I want to walk through the snow, the light fluffy snow that carpets the world with hope, smoking a black clove, until I reach the perfect balance of being cold and hot all at once, of reaching a state of internal peace while still being eager to work diligently until the wars are over.  Then I want to go inside and sit by the fire and fall asleep to the sound of another voice reading stories of foreign places and close neighbors

I want the world to treat each color equal, but never forgetting to recognize and celebrate the qualities of each hue

I want each girl to grow up knowing she is strong and beautiful and each boy to grow up knowing he is beautiful and strong

I want lifelong lovers and devoted partners to be free to marry, and I want exhausted wives to be able to divorce[1]

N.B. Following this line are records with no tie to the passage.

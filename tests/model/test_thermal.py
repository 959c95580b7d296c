"""Tests of partpick.model.thermal on a hand-worked example (model s.6, s.13)."""

import numpy as np
import pytest

from partpick.model import thermal as th

# Hand-worked example (series thermal resistances, Incropera & DeWitt, Fundamentals of
# Heat and Mass Transfer: the thermal circuit):
#   two devices of 10 W each on one sink, T_amb = 40 degC, Rth_sa = 2 K/W,
#   Rth_cs = 0.4 K/W (insulated TO-247), Rth_jc = 1.5 K/W.
#   T_sink = 40 + 2 * 20          = 80 degC
#   T_case = 80 + 10 * 0.4        = 84 degC
#   T_j    = 84 + 10 * 1.5        = 99 degC
#   Junction limit 150 - 25 = 125 degC:
#   Rth_sa_req = (125 - 40 - 10 * (1.5 + 0.4)) / 20 = 66 / 20 = 3.3 K/W
AMB_C, RSA, RCS, RJC, P_DEV, P_SINK = 40.0, 2.0, 0.4, 1.5, 10.0, 20.0


def test_hand_worked_chain_float():
    ts = th.sink_temp_c(AMB_C, RSA, P_SINK)
    tc = th.case_temp_c(ts, P_DEV, RCS)
    tj = th.junction_temp_c(tc, P_DEV, RJC)
    assert (ts, tc, tj) == (pytest.approx(80.0), pytest.approx(84.0), pytest.approx(99.0))
    assert th.required_rth_sa_k_w(125.0, AMB_C, P_DEV, RJC, RCS, P_SINK) == pytest.approx(3.3)


def test_required_rth_sa_reaches_the_limit_exactly_array():
    # independent route: put the required sink back into the chain; T_j lands on the limit
    tj_limit = np.array([125.0, 100.0, 125.0])
    p_dev = np.array([10.0, 5.0, 30.0])
    p_sink = 2.0 * p_dev
    rsa = th.required_rth_sa_k_w(tj_limit, AMB_C, p_dev, RJC, RCS, p_sink)
    tj = th.junction_temp_c(th.case_temp_c(th.sink_temp_c(AMB_C, rsa, p_sink), p_dev, RCS),
                            p_dev, RJC)
    np.testing.assert_allclose(tj, tj_limit)
    assert rsa[2] == pytest.approx((125.0 - 40.0 - 57.0) / 60.0)


def test_required_rth_sa_negative_when_no_sink_suffices_and_unbounded_at_zero_power():
    # 40 W through 1.9 K/W is already 76 K above a 40 degC ambient: beyond a 100 degC limit
    assert th.required_rth_sa_k_w(100.0, AMB_C, 40.0, RJC, RCS, 80.0) < 0.0
    r = th.required_rth_sa_k_w(np.array([125.0, 30.0]), AMB_C, 0.0, RJC, RCS, 0.0)
    assert np.isposinf(r[0]) and np.isneginf(r[1])


def test_chain_functions_array():
    np.testing.assert_allclose(th.sink_temp_c(AMB_C, np.array([1.0, 2.0]), 20.0), [60.0, 80.0])
    np.testing.assert_allclose(th.case_temp_c(80.0, np.array([10.0, 20.0]), 0.4), [84.0, 88.0])
    np.testing.assert_allclose(th.junction_temp_c(np.array([84.0, 88.0]), [10.0, 20.0], 1.5),
                               [99.0, 118.0])


def test_rth_cs_default_float_and_array():
    # insulating washer with thermal grease, model s.13 (from memory)
    assert th.rth_cs_default_k_w("TO-220") == pytest.approx(0.8)
    assert isinstance(th.rth_cs_default_k_w("TO-220"), np.floating)
    got = th.rth_cs_default_k_w(np.array(["TO-126", "to-247 ", "TO-3P", "TO-264", "SOT-93",
                                          ""]))
    np.testing.assert_allclose(got, [1.0, 0.4, 0.4, 0.4, 1.0, 1.0])  # unknown -> 1.0
    assert th.rth_cs_default_k_w(["TO-220", "TO-247"]).shape == (2,)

I want the polar bears to have ice, and I want the farmers to have water

I want to grow a garden in the middle of a city. A safe garden. A place for people to play and sit and think and talk and dream and wish.

I want to jump from a plane, falling without restraint, and once I reach that point of either realizing there is no need for answers and clarity, or realize I have the key and the chest with all the answers has always been mine, I will pull the chute and gracefully glide back to ground where I will be swaying in a field embraced by the sun, preferably with an ice cream cone in hand

I want to know something is true, and I want that truth to be good, and I want to believe in that truth, and I want to be a part of that truth














[1] In the Philippines it is nearly impossible to get divorced, especially if initiated by a women, especially a poor women.